Essen. . Jahr für Jahr steigen die Preise für Bus und Bahn. Autofahrer dagegen profitieren immer mehr von niedrigen Spritkosten. Der Öffentliche Nahverkehr gerät ins Hintertreffen.

Bei den Kosten für Mobilität gerät der öffentliche Nahverkehr gegenüber dem Autofahren mehr und mehr ins Hintertreffen. Am Freitag einigte sich der Verwaltungsrat des Verkehrsverbundes Rhein Ruhr (VRR) auf eine weitere Preisanpassung. Zum 1. Januar 2016 steigen die Preise für Tickets im VRR-Bereich um durchschnittlich 2,9 Prozent (siehe Tabelle).
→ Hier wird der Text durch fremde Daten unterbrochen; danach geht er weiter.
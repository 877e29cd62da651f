// compare on a disk that fills up: one error naming the file, and none of the run's files left behind
// (no renders without a page, no page over half the renders). The disk is simulated by refusing the
// final rename of chosen files with ENOSPC, as a full disk refuses the write; one thread, so every
// write goes through this module's mock.
import { readdirSync } from 'node:fs';
import path from 'node:path';
import { describe, expect, it, vi } from 'vitest';
import { expandVaryMatrix } from '../../src/compare/variants.js';
import { makeTempDir, NIGHT_DRIVE, writeDemoTake } from './compareFixtures.js';

const disk = vi.hoisted(() => ({ fullAt: null as RegExp | null }));

vi.mock('node:fs/promises', async (importOriginal) => {
  const actual = await importOriginal<typeof import('node:fs/promises')>();
  return {
    ...actual,
    rename: async (from: string, to: string): Promise<void> => {
      if (disk.fullAt?.test(path.basename(to))) throw Object.assign(new Error('no space left on device'), { code: 'ENOSPC' });
      await actual.rename(from, to);
    },
  };
});

const { runCompare } = await import('../../src/compare/runCompare.js');

async function compareWithDiskFullAt(pattern: RegExp): Promise<{ error: unknown; left: string[] }> {
  const dir = makeTempDir('diskfull');
  const take = await writeDemoTake(dir, 'take.wav', 0.5);
  const out = path.join(dir, 'out');
  disk.fullAt = pattern;
  let error: unknown = null;
  try {
    await runCompare({
      designPath: NIGHT_DRIVE,
      inputPaths: [take],
      outputDir: out,
      variants: expandVaryMatrix(['drive=0.2,0.5,0.8']),
      commonOverrides: [],
      match: { targetLufs: -18, ceilingDbfs: -1 },
      oversample: 2,
      scale: { fullScaleVolts: 1 },
      bits: '24',
      dither: true,
      threads: 1,
    });
  } catch (caught) {
    error = caught;
  } finally {
    disk.fullAt = null;
  }
  return { error, left: readdirSync(out) };
}

describe('compare on a full disk', () => {
  it('fails with one line when a render cannot be written, and leaves none of the renders', async () => {
    const { error, left } = await compareWithDiskFullAt(/v02-.*\.wav$/);
    expect(String(error)).toMatch(/take--v02-drive_0\.5\.wav: cannot write, the disk is full$/);
    expect(left).toEqual([]);
  });

  it('fails when the dry take cannot be written after every render was, and leaves no render and no page', async () => {
    const { error, left } = await compareWithDiskFullAt(/--dry\.wav$/);
    expect(String(error)).toMatch(/take--dry\.wav: cannot write, the disk is full$/);
    expect(left).toEqual([]);
  });

  it('fails when the page cannot be written, and leaves neither summary.json nor the renders', async () => {
    const { error, left } = await compareWithDiskFullAt(/^index\.html$/);
    expect(String(error)).toMatch(/index\.html: cannot write, the disk is full$/);
    expect(left).toEqual([]);
  });
});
Nach 2013, 2014 und 2015 fällt die vierte, wie üblich im Jahresrhythmus greifende Tariferhöhung in Folge zwar vergleichsweise moderat aus. Bei den vergangenen Preisrunden kletterten die Ticketpreise deutlich stärker, nämlich um 3,9 Prozent, 3,3 Prozent und 3,8 Prozent. Doch angesichts einer kaum messbaren Inflation und Spritpreisen auf einem Niveau, das Autofahrer zum lockeren Tritt aufs Gaspedal verleiten könnte, gerät der ÖPNV im Wettbewerb um bezahlbare Mobilität unter Druck.

Geringe Zuschüsse von Bund und Land

„Der VRR und die Verkehrsunternehmen stehen vor der Herausforderung, trotz steigender Kosten für die Infrastruktur und geringerer Zuschüsse von Bund und Land auch in Zukunft einen attraktiven, leistungsstarken Nahverkehr anzubieten“, umschrieb VRR-Vorstand José Luis Castrillo gestern die Situation. Anders ausgedrückt: Gibt es nicht bald eine Lösung für die im Sanierungsstau steckenden ÖPNV-Betreiber, vor allem im Ruhrgebiet, könnten dem Nahverkehr demnächst nicht nur die Kosten davonlaufen, sondern bald auch die Kunden.

Die am Freitag kurz vor dem VRR-Beschluss veröffentlichten Landeszahlen zur Kostenentwicklung im Mobilitätssektor sprechen eine deutliche Sprache: Trotz der seit Februar 2015 wieder anziehenden Preise für Benzin und Diesel (plus 1,6 Prozent im Mai gegenüber April) sind die Kraftstoffpreise in Nordrhein-Westfalen im Vorjahresvergleich bereits seit 27 Monaten rückläufig. Heißt: Seit Februar 2013 ist Tanken um 2,1 Prozent billiger geworden. Für Bus- und Bahnfahrkarten mussten die Kunden im gleichen Zeitraum dagegen Preiserhöhungen von durchschnittlich 5,8 Prozent in Kauf nehmen.

Vorkurs-Ticket für Erstsemester

Auch die langfristige Entwicklung sieht laut Landesstatistik die Autofahrer gegenüber den Bus- und Bahn-Kunden im Vorteil: Während Fahrkarten im öffentlichen Personenverkehr im Mai 2015 48,4 Prozent teurer waren als im Mai 2005, erhöhten sich die Preise für die Anschaffungs- und Unterhaltskosten für ein Auto im selben Zeitraum nur um 17,2 Prozent. Im Jahresdurchschnitt lag dieser so genannte Kraftfahrerpreisindex – vor allem aufgrund der gesunkenen Kraftstoffpreise – bereits im dritten Jahr in Folge hinter den vergleichbaren Vorjahreswerten.

Nicht jeden VRR-Kunden trifft die ab Januar geltende Tarifsteigerung. Wer nur mit Einzelticket im Stadtgebiet fährt, merkt nichts. Der üblicherweise innerhalb von Stadtgrenzen gültige Einzelfahrschein in der Preisstufe A bleibt unverändert bei 2,60 Euro, auch das Kinderticket bleibt beim jetzigen Preis von 1,60 Euro. Auf längeren Strecken und bei den Zeitkarten steigen die Preise hingegen spürbar. Gelegenheitsfahrer, die mit einem Einzelticket beispielsweise von Hagen nach Essen fahren wollen, müssen ab Januar 11,80 Euro und damit 30 Cent mehr berappen.

Teurer wird auch das Schoko-Ticket für selbstzahlende Schüler. Es kostet ab Januar 34,65 statt 33,35 Euro. Günstiger wird es für VRR-Nutzer am Niederrhein, weil die dort geltende teuerste Preisstufe E durch die Stufe D ersetzt wird. Mit dem neuen Vorkurs-Ticket (54,65 Euro für 30 Tage) bietet der VRR angehenden Studenten ab 1. August 2015 die Möglichkeit, schon vor Semesterbeginn günstiger zur Uni zu kommen.